# just want to know what everone thinks



## 93sentraxe (Jul 16, 2002)

hey whats up to all new to the forum on this name and i finally have some pics of my car it is a 93 sentra xe 16"konig tuners,intake cone since i cant find a full intake system, tanabe exaust pipes from cat back with 3a racing muffler,alpine head unit powering a kenwood 728 amp, and the amp powering 2 10"jl w3 in a power wedge box (went to comp hit 135.4 db) also a dual custom guage pod.
k. here is a problem how do i post the pics can anyone tell me plz i have just tried now for like 20 min cant figure it out sorry for the hype and then the let down. If any one is willing to help plz do


----------



## samo (Apr 30, 2002)

Hey, welcome to the site. To post pics, you're going to need a hosting site. Most webhosts won't allow hotlinking of pictures, so you need a site like www.printroom.com - I use them and I'm very happy. 200MB free, which rocks. Then, click the IMG button above the text box when you post, paste in the URL of the image, including the http:// , and you're good to go.


----------



## 93sentraxe (Jul 16, 2002)

k. well here it is samo thanks for the help i hope this works so i can get some feedback.


----------



## 93sentraxe (Jul 16, 2002)

http://www.printroom.com/ViewAlbum.asp?userid=93sentraxe&album_id=86246[/URL] 
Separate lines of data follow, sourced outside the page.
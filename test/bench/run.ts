/**
 * `npm run bench`: timings of the surface-FEM foundation on geodesic spheres of
 * ~10k / 40k / 160k vertices, the reaction–diffusion stepping (threads, the C
 * reference beside it) up to 655k, and the largest shapes the generators build.
 * Set BENCH_SIZES="32 64" (icosphere frequencies) to run a subset of the FEM
 * table, BENCH_RD_SIZES="32 64 128 256" of the stepping; BENCH_EIGEN=0 skips the
 * eigen-solves, BENCH_RD=0 the reaction–diffusion stepping, BENCH_FEM=0 the
 * assembly table, BENCH_SHAPES=0 the shapes, BENCH_SWEEP=0 the local sweep pool.
 * Machines are noisy: compare ratios within one run.
 */
import { icosphere } from '../../meshes/shapes/icosphere.ts';
import { SHAPES, buildShape } from '../../meshes/shapes/index.ts';
import { meshTopology } from '../../solver/mesh/meshTopology.ts';
import { cotanStiffness } from '../../solver/fem/cotanStiffness.ts';
import { consistentMass } from '../../solver/fem/consistentMass.ts';
import { lumpedMass } from '../../solver/fem/lumpedMass.ts';
import { vertexSparsityPattern } from '../../solver/fem/vertexSparsityPattern.ts';
import { laplaceBeltramiEigenpairs } from '../../solver/fem/laplaceBeltramiEigenpairs.ts';
import { reactionDiffusionBench } from './reactionDiffusion.ts';
import { sweepPoolBench } from './sweepPool.ts';

const sizes = (process.env.BENCH_SIZES ?? '32 64 128').split(/\s+/).filter(Boolean).map(Number);
const eigen = process.env.BENCH_EIGEN !== '0';
const ms = (t: number) => `${t.toFixed(0)} ms`;

function best(f: () => void, reps = 3): number {
  let b = Infinity;
  for (let i = 0; i < reps; i++) {
    const t0 = performance.now();
    f();
    b = Math.min(b, performance.now() - t0);
  }
  return b;
}

if (process.env.BENCH_FEM !== '0') {
console.log('Surface FEM assembly and eigenpairs on unit geodesic spheres');
console.log('| vertices | topology + pattern | K + M + lumped (reassembly) | 50 eigenpairs | nnz(L) |');
console.log('|---:|---:|---:|---:|---:|');
for (const nu of sizes) {
  const mesh = icosphere(nu);
  const n = mesh.positions.length / 3;
  const t0 = performance.now();
  meshTopology(mesh);
  vertexSparsityPattern(mesh);
  const tTopo = performance.now() - t0;
  const K = cotanStiffness(mesh);
  const M = consistentMass(mesh);
  const L = lumpedMass(mesh);
  const tAsm = best(() => { cotanStiffness(mesh, K); consistentMass(mesh, M); lumpedMass(mesh, L); });
  let eig = '—', fill = '—';
  if (eigen) {
    const t1 = performance.now();
    const r = laplaceBeltramiEigenpairs(mesh, { count: 50, method: 'sparse' });
    eig = `${((performance.now() - t1) / 1000).toFixed(1)} s`;
    fill = String(r.stats.factorNonZeros);
  }
  console.log(`| ${n} | ${ms(tTopo)} | ${ms(tAsm)} | ${eig} | ${fill} |`);
}
}

if (process.env.BENCH_RD !== '0') await reactionDiffusionBench((process.env.BENCH_RD_SIZES ?? '32 64 128 256').split(/\s+/).filter(Boolean).map(Number));

if (process.env.BENCH_SHAPES !== '0') {
  console.log('\nShapes at a 200k-vertex target');
  console.log('| shape | vertices | build |');
  console.log('|---|---:|---:|');
  for (const name of Object.keys(SHAPES)) {
    const t0 = performance.now();
    const { mesh } = buildShape({ shape: name, vertices: 200_000 });
    console.log(`| ${name} | ${mesh.positions.length / 3} | ${ms(performance.now() - t0)} |`);
  }
}

if (process.env.BENCH_REMESH !== '0') {
  // isotropic remeshing of the scan-like bud (marching tetrahedra: slivers, terraces), coarsening 10×
  const { isotropicRemesh } = await import('../../solver/mesh/isotropicRemesh.ts');
  const { meshQuality } = await import('../../solver/fem/meshQuality.ts');
  console.log('\nIsotropic remeshing of scan-bud (coarsening about 10×; 8 rounds)');
  console.log('| input vertices | triangles | output vertices | seconds | peak RSS | min angle in → out | explicit step (of a well-shaped mesh\'s) in → out |');
  console.log('|---:|---:|---:|---:|---:|---:|---:|');
  for (const target of (process.env.BENCH_REMESH_SIZES ?? '20000 60000 200000').split(/\s+/).filter(Boolean).map(Number)) {
    const input = buildShape({ shape: 'scan-bud', vertices: target }).mesh;
    const qi = meshQuality(input);
    const t0 = performance.now();
    const r = isotropicRemesh(input, { vertices: Math.round(target / 10) });
    const seconds = (performance.now() - t0) / 1000;
    const qo = meshQuality(r.mesh);
    console.log(`| ${input.positions.length / 3} | ${input.triangles.length / 3} | ${r.mesh.positions.length / 3} | ${seconds.toFixed(1)} | ${Math.round(process.memoryUsage().rss / 2 ** 20)} MB | ${qi.angles.min.toFixed(1)}° → ${qo.angles.min.toFixed(1)}° | ${qi.explicitStepRatio.toFixed(4)} → ${qo.explicitStepRatio.toFixed(3)} |`);
  }
}

if (process.env.BENCH_STAGES !== '0') {
  // carrying a limb-bud stage onto a later one meshed separately (30 % longer, paddle 25 % wider, 1.2× the vertices)
  const { mapOntoSurface } = await import('../../solver/growth/mapOntoSurface.ts');
  console.log('\nStage to stage: a limb bud onto its next stage (30 % longer, paddle 25 % wider), affine + smooth registration');
  console.log('| source vertices | stage vertices | seconds | folded | collapsed | across gaps |');
  console.log('|---:|---:|---:|---:|---:|---:|');
  for (const n of (process.env.BENCH_STAGES_SIZES ?? '10000 50000').split(/\s+/).filter(Boolean).map(Number)) {
    const a = buildShape({ shape: 'limb-bud', vertices: n }).mesh;
    const b = buildShape({ shape: 'limb-bud', params: { length: 3.9, paddleWidth: 1.25 }, vertices: Math.round(1.2 * n) }).mesh;
    const t0 = performance.now();
    const map = mapOntoSurface(a, b);
    console.log(`| ${a.positions.length / 3} | ${b.positions.length / 3} | ${((performance.now() - t0) / 1000).toFixed(1)} | ${map.folded.length} | ${map.collapsed.length} | ${map.bridging.length} |`);
  }
}

if (process.env.BENCH_SWEEP !== '0') await sweepPoolBench();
maybe this might work if not is there a way i can send some one my pics and they can post for me sine i cant figure it out


----------



## HisXLNC (Jun 17, 2002)

Nice. But you need to get it lowered.


----------



## samo (Apr 30, 2002)

Looks good! Did you build that sub box yourself? If so, where did you get the carpet and does it match well?


----------



## 93sentraxe (Jul 16, 2002)

no box was with subs is the jl powerwedge series box and the loweering i know about but not till after i get my kit put on dont want to scrape my baby all up.


----------



## Jokerluv (Jul 14, 2002)

NICE RIDE LOOKS REAL DECENT


----------



## dropsentra94 (May 1, 2002)

*looks good bro*

Where in ny are u? is merrick the 1 in queens if so u wanna race sometime i know a few heads in queens wit sentras and were tryin to start a crew. hit me up if ure intrested.latez


----------



## MinorThreat (May 19, 2002)

what kit are you getting?


----------



## 93sentraxe (Jul 16, 2002)

the kit thats a top secret project but should be coming some time in september some of u might now what iam talking about. 
um merrick isnt far from queens but iam not really up for racing any more unless its track stuff but id love to check out a few sentra and get alocal club going so deffinatly write back lettin me know what the deal is


----------



## dropsentra94 (May 1, 2002)

Thats kool man. i might be there this weekend not sure but my boys house is on francis lewis but ill let u know if i go or not. We might go to english town to get our et times so when we go ill let u know so we can do this legally . How much u paid for the rims?and were u got the gauge pillar from im dien to get 1.thnx.latez man


----------



## dropsentra94 (May 1, 2002)

*my ride*

this is my ride


----------



## dropsentra94 (May 1, 2002)

*damn*

just look here then tell me what yall think.
http://www.printroom.com/EditAlbum.asp?album_id=86431&curpage=


----------



## SentraDragon (Jun 27, 2002)

Hey dropsentra94, you're pictures aren't showing. Says something about no album i.d. # .


----------



## dropsentra94 (May 1, 2002)

*should wrk now*

ok now it should wrk
http://www.printroom.com/ViewAlbum.asp?userid=ThatTanSentra&album_id=86431


----------



## SentraDragon (Jun 27, 2002)

I like it. Sorry about the accident man, but it has to better by now?


----------



## dropsentra94 (May 1, 2002)

ye shes runin fine now(luckly no engine damage) and she has ser rims all around and ser interior so itz comin along slowly.layte


----------